● **Given data**
// peel writes the starting guess for the fill into s.ZM (m): the holes
// are peeled layer by layer from their edges, each cell taking the mean
// height of its neighbours already set (cells with data, have, are set
// from the start).
func (h *holes) peel(have []bool) {
	s := h.s
	set := append([]bool(nil), have...)
	layer := make([]int32, 0, len(h.unk))
	inLayer := make([]bool, s.Nx*s.Ny)
	for _, q := range h.unk {
		hit := false
		h.nbrs(int(q), func(p int) { hit = hit || set[p] })
		if hit {
			layer = append(layer, q)
			inLayer[q] = true
		}
	}
	for len(layer) > 0 {
		for _, q := range layer {
			sum, cnt := 0.0, 0
			h.nbrs(int(q), func(p int) {
				if set[p] {
					sum += s.ZM[p]
					cnt++
				}
			})
			s.ZM[q] = sum / float64(cnt)
		}
		for _, q := range layer {
			set[q] = true
		}
		var next []int32
		for _, q := range layer {
			h.nbrs(int(q), func(p int) {
				if !set[p] && !inLayer[p] && s.State[p] == Filled {
					inLayer[p] = true
					next = append(next, int32(p))
				}
			})
		}
		layer = next
	}
}

// system assembles A x = b with (A x)_u = deg_u x_u − Σ unknown
// neighbours, b_u = Σ known neighbour heights (m); x starts from the
// current heights of the unknown cells (m).
func (h *holes) system() (deg, b, x []float64) {
	m := len(h.unk)
	deg = make([]float64, m)
	b = make([]float64, m)
	x = make([]float64, m)
	for t, q := range h.unk {
		h.nbrs(int(q), func(p int) {
			deg[t]++
			if h.num[p] < 0 {
				b[t] += h.s.ZM[p]
			}
		})
		x[t] = h.s.ZM[q]
	}
	return deg, b, x
}

// apply sets dst = A v for the fill's Laplacian A with diagonal deg.
func (h *holes) apply(dst, v, deg []float64) {
	for t, q := range h.unk {
		a := deg[t] * v[t]
		h.nbrs(int(q), func(p int) {
			if u := h.num[p]; u >= 0 {
				a -= v[u]
			}
		})
		dst[t] = a
	}
}

// solve runs Jacobi-preconditioned conjugate gradients on A x = b from
// the guess in x (m), until |r|² ≤ 1e-24 |b|² or 20000 iterations, and
// returns the number of iterations.
func (h *holes) solve(deg, b, x []float64) int {
	m := len(x)
	r := make([]float64, m)
	z := make([]float64, m)
	d := make([]float64, m)
	ad := make([]float64, m)
	h.apply(ad, x, deg)
	bn := 0.0
	for t := range r {
		r[t] = b[t] - ad[t]
		bn += b[t] * b[t]
	}
	tol2 := 1e-24 * bn
	rz := 0.0
	for t := range r {
		z[t] = r[t] / deg[t]
		d[t] = z[t]
		rz += r[t] * z[t]
	}
	it := 0
	for ; it < 20000; it++ {
		rr := 0.0
		for _, v := range r {
			rr += v * v
		}
		if rr <= tol2 || rz == 0 {
			break
		}
		h.apply(ad, d, deg)
		dad := 0.0
		for t := range d {
			dad += d[t] * ad[t]
		}
		if !(dad > 0) {
			break
		}
		alpha := rz / dad
		for t := range x {
			x[t] += alpha * d[t]
			r[t] -= alpha * ad[t]
		}
		rzNew := 0.0
		for t := range r {
			z[t] = r[t] / deg[t]
			rzNew += r[t] * z[t]
		}
		beta := rzNew / rz
		rz = rzNew
		for t := range d {
			d[t] = z[t] + beta*d[t]
		}
	}
	return it
}

// medianInPlace returns the median of a (the mean of the two middle values
// for an even count), reordering a. It panics on an empty slice.
func medianInPlace(a []float64) float64 {
	n := len(a)
	if n == 0 {
		panic("scan: median of nothing")
	}
	k := n / 2
	v := order.Select(a, k)
	if n%2 == 1 {
		return v
	}
	lo := a[0]
	for _, w := range a[1:k] {
		lo = max(lo, w)
	}
	return 0.5 * (lo + v)
}

func finite3(p r3.Vec) bool {
	return !math.IsNaN(p.X) && !math.IsInf(p.X, 0) && !math.IsNaN(p.Y) && !math.IsInf(p.Y, 0) &&
		!math.IsNaN(p.Z) && !math.IsInf(p.Z, 0)
}
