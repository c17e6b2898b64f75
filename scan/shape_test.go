package scan

import (
	"math"
	"math/rand/v2"
	"strings"
	"testing"
)

// shapeDisc returns a 201×201 grid of 1 mm cells whose cells within
// 100 mm of the centre are Measured at height f(x, y), m, plus seeded
// Gaussian noise of sdM RMS.
func shapeDisc(f func(x, y float64) float64, sdM float64, seed uint64) *Surface {
	s := NewSurface(201, 201, 1e-3, -0.1, -0.1)
	rng := rand.New(rand.NewPCG(seed, 3))
	for j := range s.Ny {
		for i := range s.Nx {
			if x, y := s.X(i), s.Y(j); math.Hypot(x, y) <= 0.1+1e-12 {
				k := s.Index(i, j)
				s.ZM[k], s.State[k] = f(x, y)+sdM*rng.NormFloat64(), Measured
			}
		}
	}
	return s
}

// TestMeasureShapeAnalytic checks words, principal rim sags and axes on
// exact quadrics over a 200 mm base (R = 100 mm), where the least-squares
// quadric is the surface itself: sags to 1e-9 mm, angles to 1e-6°. A
// quadric's rim sag along a principal direction is −κR²/2 (hand
// derivation: z = κu²/2 along the unit direction u). Plus two noisy cases
// (10 µm RMS: sags to 2 µm) and a cone, which is not a quadric.
func TestMeasureShapeAnalytic(t *testing.T) {
	const r, mm = 0.1, 1e-3
	rot := func(deg float64) (c, s float64) { return math.Cos(deg * math.Pi / 180), math.Sin(deg * math.Pi / 180) }
	c30, s30 := rot(30)
	tests := []struct {
		name   string
		f      func(x, y float64) float64
		noiseM float64 // added to the surface and passed as the noise
		word   string
		sag    [2]float64 // principal rim sags, mm, larger first; NaN to skip
		axis   float64    // AxisDeg[0] (the larger curvature), NaN to skip
		bend   float64    // BendAxisDeg, NaN to skip
		tilt   float64    // tilt rise, mm
		tol    float64    // on sags, mm
	}{
		{"flat", func(x, y float64) float64 { return 0.3 * mm }, 0, ShapeFlat, [2]float64{0, 0}, math.NaN(), math.NaN(), 0, 1e-9},
		// A plane rising 0.2 mm across the diameter: tilted (a wedge).
		{"tilted", func(x, y float64) float64 { return 1e-3 * x }, 0, ShapeTilted, [2]float64{0, 0}, math.NaN(), math.NaN(), 0.2, 1e-9},
		// z = h(1 − r²/R²): centre h above the rim both ways.
		{"dish", func(x, y float64) float64 { return 0.4 * mm * (1 - (x*x+y*y)/(r*r)) }, 0, ShapeDished, [2]float64{0.4, 0.4}, math.NaN(), math.NaN(), 0, 1e-9},
		{"dome", func(x, y float64) float64 { return 0.3 * mm * (x*x + y*y) / (r * r) }, 0, ShapeDomed, [2]float64{-0.3, -0.3}, math.NaN(), math.NaN(), 0, 1e-9},
		// An oval dish, 0.5 mm across x and 0.2 mm across y (ratio 0.4).
		{"oval dish", func(x, y float64) float64 { return -0.5*mm*x*x/(r*r) - 0.2*mm*y*y/(r*r) }, 0, ShapeDished, [2]float64{0.5, 0.2}, 0, 90, 0, 1e-9},
		// z = k(x² − y²): rim down 0.25 mm along x, up along y. Today's
		// paraboloid calls this flat (its mean curvature is 0).
		{"saddle", func(x, y float64) float64 { return 0.25 * mm * (x*x - y*y) / (r * r) }, 0, ShapeSaddle, [2]float64{-0.25, 0.25}, math.NaN(), math.NaN(), 0, 1e-9},
		// Twist z = 2k·x·y: the same saddle turned by 45°.
		{"twist", func(x, y float64) float64 { return 2 * 0.25 * mm * x * y / (r * r) }, 0, ShapeSaddle, [2]float64{-0.25, 0.25}, math.NaN(), math.NaN(), 0, 1e-9},
		// Cylinder bent about the y axis (90°): curved across x only.
		// Today's paraboloid calls this convex (domed).
		{"bend about y", func(x, y float64) float64 { return 0.5 * mm * x * x / (r * r) }, 0, ShapeBent, [2]float64{-0.5, 0}, 0, 90, 0, 1e-9},
		// Bent about an axis at 30°: curved across 120°.
		{"bend about 30°", func(x, y float64) float64 {
			u := -x*s30 + y*c30
			return -0.4 * mm * u * u / (r * r)
		}, 0, ShapeBent, [2]float64{0.4, 0}, 120, 30, 0, 1e-9},
		// A dish with a weak cross curvature (0.1 of 0.5 mm: ratio 0.2).
		{"bend with weak cross", func(x, y float64) float64 { return -0.5*mm*x*x/(r*r) - 0.1*mm*y*y/(r*r) }, 0, ShapeBent, [2]float64{0.5, 0.1}, 0, 90, 0, 1e-9},
		// Below the 0.02 mm floor: flat.
		{"slight dish", func(x, y float64) float64 { return 0.015 * mm * (1 - (x*x+y*y)/(r*r)) }, 0, ShapeFlat, [2]float64{0.015, 0.015}, math.NaN(), math.NaN(), 0, 1e-9},
		// 0.05 mm dish at 30 µm noise: under 3 × 30 µm, flat; the fit over
		// 31 000 cells still finds the sag to 2 µm.
		{"dish in noise", func(x, y float64) float64 { return 0.05 * mm * (1 - (x*x+y*y)/(r*r)) }, 30e-6, ShapeFlat, [2]float64{0.05, 0.05}, math.NaN(), math.NaN(), 0, 2e-3},
		{"saddle in noise", func(x, y float64) float64 { return 0.25 * mm * (x*x - y*y) / (r * r) }, 10e-6, ShapeSaddle, [2]float64{-0.25, 0.25}, math.NaN(), math.NaN(), 0, 2e-3},
		// A cone 0.4 mm deep (not a quadric): its least-squares quadric
		// is a dish (hand check: only that the word is right).
		{"cone dish", func(x, y float64) float64 { return 0.4 * mm * (1 - math.Hypot(x, y)/r) }, 0, ShapeDished, [2]float64{math.NaN(), math.NaN()}, math.NaN(), math.NaN(), 0, 0},
	}
	for _, tc := range tests {
		t.Run(tc.name, func(t *testing.T) {
			sh, err := MeasureShape(shapeDisc(tc.f, tc.noiseM, 1), r, ShapeOptions{NoiseM: tc.noiseM})
			if err != nil {
				t.Fatal(err)
			}
			if sh.Word != tc.word {
				t.Errorf("word %q, want %q (sags %.4f, %.4f mm)", sh.Word, tc.word, sh.RimSagM[0]/mm, sh.RimSagM[1]/mm)
			}
			// Equal sags have no defined order of sign: compare as a set.
			got := sh.RimSagM
			want := tc.sag
			if !math.IsNaN(want[0]) {
				if math.Abs(math.Abs(want[0])-math.Abs(want[1])) < 1e-12 && math.Abs(got[0]/mm-want[0]) > tc.tol {
					got[0], got[1] = got[1], got[0]
				}
				for i := range 2 {
					if math.Abs(got[i]/mm-want[i]) > tc.tol {
						t.Errorf("rim sags %.9f, %.9f mm, want %.9f, %.9f ± %g", got[0]/mm, got[1]/mm, want[0], want[1], tc.tol)
						break
					}
				}
			}
			if !math.IsNaN(tc.axis) && math.Abs(sh.AxisDeg[0]-tc.axis) > 1e-6 {
				t.Errorf("principal axis %.9f°, want %g°", sh.AxisDeg[0], tc.axis)
			}
			if !math.IsNaN(tc.bend) && math.Abs(sh.BendAxisDeg-tc.bend) > 1e-6 {
				t.Errorf("bend axis %.9f°, want %g°", sh.BendAxisDeg, tc.bend)
			}
			if math.Abs(sh.TiltRiseM/mm-tc.tilt) > 1e-9+tc.tol {
				t.Errorf("tilt rise %.9f mm, want %g", sh.TiltRiseM/mm, tc.tilt)
			}
			if wantT := max(DefaultShapeNoiseK*tc.noiseM, DefaultShapeFloorM); sh.ThresholdM != wantT {
				t.Errorf("threshold %g m, want %g m", sh.ThresholdM, wantT)
			}
		})
	}
}

// TestMeasureShapeTwistAxes: a twist z = 2k·x·y has its principal axes at
// ±45°: the larger-magnitude curvature's axis is 45° or 135°.
func TestMeasureShapeTwistAxes(t *testing.T) {
	sh, err := MeasureShape(shapeDisc(func(x, y float64) float64 { return 5e-2 * x * y }, 0, 1), 0.1, ShapeOptions{})
	if err != nil {
		t.Fatal(err)
	}
	if a := sh.AxisDeg[0]; math.Abs(a-45) > 1e-6 && math.Abs(a-135) > 1e-6 {
		t.Errorf("axis %g°, want 45° or 135°", a)
	}
	if d := math.Abs(sh.AxisDeg[1] - sh.AxisDeg[0]); math.Abs(d-90) > 1e-6 {
		t.Errorf("axes %v° are not perpendicular", sh.AxisDeg)
	}
}

func TestMeasureShapeBadInput(t *testing.T) {
	flat := func() *Surface { return shapeDisc(func(x, y float64) float64 { return 0 }, 0, 1) }
	few := NewSurface(5, 5, 1e-3, 0, 0)
	for i := range 5 {
		few.ZM[i], few.State[i] = 0, Measured // one row: five collinear cells
	}
	line := NewSurface(21, 21, 1e-3, -0.01, -0.01)
	for i := range 21 {
		k := line.Index(i, 10)
		line.ZM[k], line.State[k] = 0, Measured // 21 collinear cells
	}
	tests := []struct {
		name string
		s    *Surface
		r    float64
		opt  ShapeOptions
		want string
	}{
		{"nil", nil, 0.1, ShapeOptions{}, "nil surface"},
		{"zero radius", flat(), 0, ShapeOptions{}, "radius"},
		{"NaN radius", flat(), math.NaN(), ShapeOptions{}, "radius"},
		{"five cells", few, 0.1, ShapeOptions{}, "need at least 6"},
		{"collinear cells", line, 0.1, ShapeOptions{}, "singular"},
		{"negative noise", flat(), 0.1, ShapeOptions{NoiseM: -1}, "noise"},
		{"infinite floor", flat(), 0.1, ShapeOptions{FloorM: math.Inf(1)}, "floor"},
	}
	for _, tc := range tests {
		_, err := MeasureShape(tc.s, tc.r, tc.opt)
		if err == nil || !strings.Contains(err.Error(), tc.want) {
			t.Errorf("%s: err = %v, want one containing %q", tc.name, err, tc.want)
		}
	}
}

// TestZernikePlainName checks the plain-words names beside the optics
// names of the terms MeasureForm lists (our own wording; the optics names
// follow Thibos et al. 2002).
func TestZernikePlainName(t *testing.T) {
	tests := []struct {
		n, m int
		want string
	}{
		{0, 0, "piston (height offset)"},
		{1, 1, "tilt along x"},
		{1, -1, "tilt along y"},
		{2, 0, "dish/dome"},
		{2, 2, "saddle, axes at 0°"},
		{2, -2, "saddle, axes at 45°"},
		{3, 1, "one-sided ramp along x (coma-like)"},
		{3, -3, "three-lobed rim wave, a lobe at 30°"},
		{4, 0, "ring wave"},
		{4, -2, "secondary saddle, axes at 45°"},
		{4, 4, "four-lobed rim wave, a lobe at 0°"},
		{5, -3, "secondary three-lobed rim wave, a lobe at 30°"},
		{6, 0, "double ring wave"},
		{6, -2, "tertiary saddle, axes at 45°"},
		{12, 0, "5-ring wave"},
	}
	for _, tc := range tests {
		if got := ZernikePlainName(tc.n, tc.m); got != tc.want {
			t.Errorf("(%d, %d): %q, want %q", tc.n, tc.m, got, tc.want)
		}
	}
	// Every fitted term carries both names.
	terms, err := FitZernike(shapeDisc(func(x, y float64) float64 { return 0 }, 1e-6, 2), 0.1, DefaultZernikeOrder)
	if err != nil {
		t.Fatal(err)
	}
	for _, tm := range terms {
		if tm.Name == "" || tm.Plain == "" || tm.Plain != ZernikePlainName(tm.N, tm.M) {
			t.Errorf("term %d: names %q / %q", tm.Index, tm.Name, tm.Plain)
		}
	}
}

// BenchmarkMeasureShape fits the quadric on a 200 mm base of 1 mm cells
// (31 000 cells).
func BenchmarkMeasureShape(b *testing.B) {
	s := shapeDisc(func(x, y float64) float64 { return 1e-2 * x * x }, 5e-6, 1)
	for b.Loop() {
		if _, err := MeasureShape(s, 0.1, ShapeOptions{}); err != nil {
			b.Fatal(err)
		}
	}
}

● **Description of the task**
Each line in the material above that mentions the word "ShapeFlat" must be copied.

● **Exercise output**
		{"flat", func(x, y float64) float64 { return 0.3 * mm }, 0, ShapeFlat, [2]float64{0, 0}, math.NaN(), math.NaN(), 0, 1e-9},
		{"slight dish", func(x, y float64) float64 { return 0.015 * mm * (1 - (x*x+y*y)/(r*r)) }, 0, ShapeFlat, [2]float64{0.015, 0.015}, math.NaN(), math.NaN(), 0, 1e-9},
		{"dish in noise", func(x, y float64) float64 { return 0.05 * mm * (1 - (x*x+y*y)/(r*r)) }, 30e-6, ShapeFlat, [2]float64{0.05, 0.05}, math.NaN(), math.NaN(), 0, 2e-3},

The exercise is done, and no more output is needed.